Go to the people you dislike, and tell them, with 100% sincerity, that they have been a great resource to you. Can you just imagine their incredulous facial expression when they hear this from you?

Have your loved ones read this article - or better yet, explain it to them in your own words. Next time you have a fight with them, and you know you're in the wrong but can't bring yourself to apologize (gentlemen, pay special attention), ask them if you have just been a great resource. I guarantee this will dissolve the tension instantaneously.

Now let's re-examine the cliché with which we began this discussion: When you point a finger at someone else, three of your fingers point back at yourself. We have seen that this is literally true because the fault that you dislike in someone invariably exists in some form within yourself.
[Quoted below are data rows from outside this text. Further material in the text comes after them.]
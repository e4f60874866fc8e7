"""On a robot there is NumPy and safetensors, and nothing else of ours."""

import subprocess
import sys
from pathlib import Path

import pytest

from tests.shipping import KINDS

TOP = Path(__file__).resolve().parents[2]
ALONE = """
import sys
for name in ("torch", "numba", "scipy", "shapely", "hydra", "omegaconf", "rich", "pyarrow", "matplotlib"):
    sys.modules[name] = None
import numpy as np
from learnfilter.runtime import Localizer, load_bundle
localizer = Localizer(load_bundle(sys.argv[1]))
for _ in range(2):
    answer = localizer.step((0.5, 0.0, 0.0), np.full(16, 2.0), np.full((16, 3), 0.4))
print(answer.weighed, answer.state)
"""


@pytest.mark.parametrize("kind", KINDS)
def test_a_bundle_runs_where_nothing_else_is_installed(shipped, kind):
    """A fresh interpreter in which what trains cannot be imported."""
    command = [sys.executable, "-c", ALONE, str(shipped(kind))]
    done = subprocess.run(command, cwd=TOP, capture_output=True, text=True, check=True)
    assert done.stdout.split() == ["True", "searching"]
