"""The robot's models against those that were trained, and their sums against plain loops."""

import numpy as np
import pytest
import torch

from learnfilter.core.strip import RingLayout
from learnfilter.filtering.rollout import lay_strips
from learnfilter.observe.contract import pool_looks as torch_pool_looks
from learnfilter.runtime import load_bundle
from learnfilter.runtime.contract import pool_looks
from learnfilter.runtime.models import sum_along_rings
from tests.shipping import KINDS, model_of, rehearsed


@pytest.mark.parametrize("kind", KINDS)
def test_evidence_is_the_trained_models(shipped, kind):
    """Every live pose of a site gets the nats that torch gives it, strip by strip."""
    site, drive = rehearsed()
    strips = lay_strips(drive, site.layout, np.arange(4))
    with torch.no_grad():
        expected = model_of(kind)(strips, site).numpy()
    bundle = load_bundle(shipped(kind))
    features = bundle.model.read(bundle.site)
    pairs = zip(strips.depth_m.numpy(), strips.rgb.numpy(), strict=True)
    said = [bundle.model.likelihood(depth, rgb, features) for depth, rgb in pairs]
    found = np.stack([np.log(likelihood.T) + peak for likelihood, peak in said])
    # float32 sums over 16 columns of a few nats, each product of 28 channels
    np.testing.assert_allclose(found, expected, atol=1e-4)


def test_rings_are_summed_like_a_plain_loop():
    """One class a ring bearing, one table row a column."""
    rng = np.random.default_rng(0)
    layout = RingLayout(8, 2, 0.0, -1, (0, 1, 2))
    rows, ring = rng.normal(size=(3, 5)).astype(np.float32), rng.integers(0, 5, (8, 6))
    expected = [
        [sum(rows[w, ring[(2 * h - 1 + w) % 8, n]] for w in range(3)) for n in range(6)] for h in range(4)
    ]
    np.testing.assert_allclose(sum_along_rings(rows, ring, layout), expected, atol=1e-6)  # float32


@pytest.mark.parametrize("per_heading", [2, 4])
def test_looks_are_pooled_as_trained(per_heading):
    """One look a bin, or two that the bin owns."""
    layout = RingLayout(4 * per_heading, per_heading, 0.0, 0, (0,))
    scores = np.random.default_rng(0).normal(0, 9, (5, 4 * layout.looks)).astype(np.float32)
    expected = torch_pool_looks(torch.from_numpy(scores)[None], layout)[0]
    found = np.log(pool_looks(np.exp(scores.T), layout))
    np.testing.assert_allclose(found.T, expected.numpy(), atol=1e-5)  # float32
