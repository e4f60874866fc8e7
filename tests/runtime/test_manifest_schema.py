"""The manifest's schema, read by us and by a general library."""

import copy
import json
from pathlib import Path

import jsonschema
import pytest
from hypothesis import HealthCheck, given, settings
from hypothesis import strategies as st

from learnfilter.core.errors import BundleError
from learnfilter.runtime.bundle import MANIFEST, MANIFEST_SCHEMA
from learnfilter.runtime.schema import hold
from tests.shipping import KINDS

SCHEMA = json.loads(MANIFEST_SCHEMA.read_text(encoding="utf-8"))
VALUES = st.sampled_from([None, True, -1, 0, 3, 0.5, -2.5, "", "relu", [], [1.5], [-1], {}, {"beam": {}}])


def places(value, path=()):
    """The path of every member and item, at any depth."""
    yield path
    children = (
        value.items() if isinstance(value, dict) else enumerate(value) if isinstance(value, list) else ()
    )
    for key, child in children:
        yield from places(child, (*path, key))


def test_the_schema_is_one():
    """Valid under the standard that it names."""
    jsonschema.Draft202012Validator.check_schema(SCHEMA)


@pytest.mark.parametrize("kind", KINDS)
def test_every_kind_of_manifest_obeys_the_schema(shipped, kind):
    """By a library that knows nothing of us."""
    jsonschema.validate(json.loads((shipped(kind) / MANIFEST).read_text()), SCHEMA)


def test_a_bundle_that_watches_nothing_obeys_too(shipped):
    """Where there were no drives to measure what is usual."""
    manifest = json.loads((shipped("beam") / MANIFEST).read_text()) | {"watch": None}
    jsonschema.validate(manifest, SCHEMA)
    hold(manifest, SCHEMA, Path("manifest.json"))


@settings(deadline=None, max_examples=150, suppress_health_check=[HealthCheck.function_scoped_fixture])
@given(data=st.data())
def test_our_reader_refuses_what_the_library_refuses(shipped, data):
    """A member changed, dropped or added anywhere: both agree."""
    kind = data.draw(st.sampled_from(["matcher", "endpoint+colour"]))
    manifest = copy.deepcopy(json.loads((shipped(kind) / MANIFEST).read_text()))
    *way, last = data.draw(st.sampled_from([path for path in places(manifest) if path]))
    target = manifest
    for key in way:
        target = target[key]
    if data.draw(st.booleans()):
        target[last] = data.draw(VALUES)
    else:
        del target[last]
    expected = jsonschema.Draft202012Validator(SCHEMA).is_valid(manifest)
    try:
        hold(manifest, SCHEMA, Path("manifest.json"))
        found = True
    except BundleError:
        found = False
    assert found == expected


def test_the_place_of_a_fault_is_named():
    """The whole path to the member, what may stand there and what did."""
    with pytest.raises(BundleError, match=r"m\.json, a\[1\]\.b: .*expected at least 0, got -1"):
        item = {"properties": {"b": {"type": "integer", "minimum": 0}}}
        hold({"a": [{}, {"b": -1}]}, {"properties": {"a": {"items": item}}}, Path("m.json"))
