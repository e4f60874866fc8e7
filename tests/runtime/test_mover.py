"""The mover in a bundle: it proposes what was trained, and what does not fit is refused."""

import shutil
from pathlib import Path

import numpy as np
import pytest
import torch
from safetensors.numpy import load_file

from learnfilter.core.errors import BundleError, StepError
from learnfilter.export import ShippedMover, write_bundle
from learnfilter.movers.policy import Outlooks, PolicyNet
from learnfilter.runtime import Localizer, load_bundle, propose
from learnfilter.runtime.bundle import WEIGHTS
from learnfilter.runtime.moves import MOTIONS, Footprint, Motion, clear_motions
from tests.shipping import PROVENANCE, STRIP, edit, filter_of, rendered, rewrite

FOOTPRINT = Footprint(0.25, STRIP.mount)


@pytest.fixture(scope="module")
def net() -> PolicyNet:
    """Weights far from birth, so that it has opinions."""
    net, generator = PolicyNet(torch.Generator().manual_seed(0)), torch.Generator().manual_seed(1)
    with torch.no_grad():
        for parameter in net.parameters():
            parameter.normal_(0.0, 0.3, generator=generator)
    return net


@pytest.fixture(scope="module", params=["fp32", "int8"])
def moving(request, net, tmp_path_factory) -> Path:
    """A bundle with a mover."""
    folder = tmp_path_factory.mktemp("moving") / "bundle"
    mover = ShippedMover(net.weights(), MOTIONS, FOOTPRINT, 7, "config")
    write_bundle(
        folder, filter_of("matcher"), rendered()[1], PROVENANCE, precision=request.param, mover=mover
    )
    return folder


@pytest.fixture
def broken(moving, tmp_path) -> Path:
    """A copy to damage."""
    return Path(shutil.copytree(moving, tmp_path / "bundle"))


def test_a_bundle_proposes_what_torch_would(moving, net):
    """Along a recorded drive, whose columns run clockwise: the best clear motion by the network's logits."""
    localizer, drive, last = Localizer(load_bundle(moving)), rendered()[1][0], Motion(0.0, 0.0, 0.0)
    order, moves = np.argsort(STRIP.bearings_rad), torch.tensor(np.array(MOTIONS)).float()
    proposed, expected = [], []
    for row in range(40):
        depth = drive.depth_m[row]
        localizer.step(drive.odometry[row], depth, drive.rgb[row])
        with torch.no_grad():
            logits, _ = net(Outlooks.of([localizer.outlook(MOTIONS)]), moves, torch.tensor([last]).float())
        clear = clear_motions(MOTIONS, depth[order], np.array(STRIP.bearings_rad)[order], FOOTPRINT)
        expected.append(int(logits[0].masked_fill(~torch.from_numpy(clear), -torch.inf).argmax()))
        last = propose(localizer, depth, last)
        proposed.append(MOTIONS.index(last))
    assert len(set(expected)) > 1
    assert proposed == expected


def test_weights_of_the_mover_are_whole_at_any_precision(moving, net):
    """A few thousand numbers: float32."""
    held = load_file(moving / WEIGHTS)
    for name, array in net.weights().items():
        np.testing.assert_array_equal(held[f"policy.{name}"], array)


def test_a_bundle_without_a_mover_says_so(shipped):
    """Rather than proposing to stand."""
    localizer, drive = Localizer(load_bundle(shipped("matcher"))), rendered()[1][0]
    localizer.step(drive.odometry[0], drive.depth_m[0], drive.rgb[0])
    with pytest.raises(StepError, match="no mover"):
        propose(localizer, drive.depth_m[0])


def test_nothing_is_proposed_before_the_first_strip(moving):
    """There is no belief to go by."""
    with pytest.raises(StepError, match="first strip"):
        propose(Localizer(load_bundle(moving)), np.full(STRIP.columns, 2.0))


@pytest.mark.parametrize(
    ("change", "named"),
    [
        (lambda mover: mover.update(sectors=9), r"mover\.sectors"),
        (lambda mover: mover.update(motions=mover["motions"][:3]), "mover: does not fit"),
        (lambda mover: mover["footprint"].update(radius_m=0.05), "mover: does not fit"),
        (lambda mover: mover.pop("layers"), r"mover\.layers"),
    ],
)
def test_a_mover_that_does_not_fit_is_refused(broken, change, named):
    """Another pooling; no way to turn; a sensor beside the robot; a member missing."""
    edit(broken, lambda manifest: change(manifest["mover"]))
    with pytest.raises(BundleError, match=named):
        load_bundle(broken)


def test_a_missing_array_of_the_mover_is_named(broken):
    """As it stands in the file."""
    rewrite(broken, WEIGHTS, lambda arrays: arrays.pop("policy.mode_in.bias"))
    with pytest.raises(BundleError, match=r"policy\.mode_in\.bias"):
        load_bundle(broken)


def test_a_mover_that_nobody_declares_is_refused(broken):
    """Arrays without a member in the manifest."""
    edit(broken, lambda manifest: manifest.update(mover=None))
    with pytest.raises(BundleError, match="unknown array"):
        load_bundle(broken)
Perhaps it's only a trace, but it's there nonetheless, and you react to it.

What happens when you are truly without any faults? Well, none of your fingers would be pointing back at all. Thus, as you extend your hand toward the one with the faults, all of your fingers are pointing in the same direction toward that person. Visualize this in your mind.

Notice your gesture is no longer one of accusation or indictment. Instead, you are reaching out to offer either a handshake or a helping hand. With none of your fingers able to point back, it is simply not possible for you to seek faults with finger pointing. The person at fault is your resource, and you love your resource... for you have become the teacher.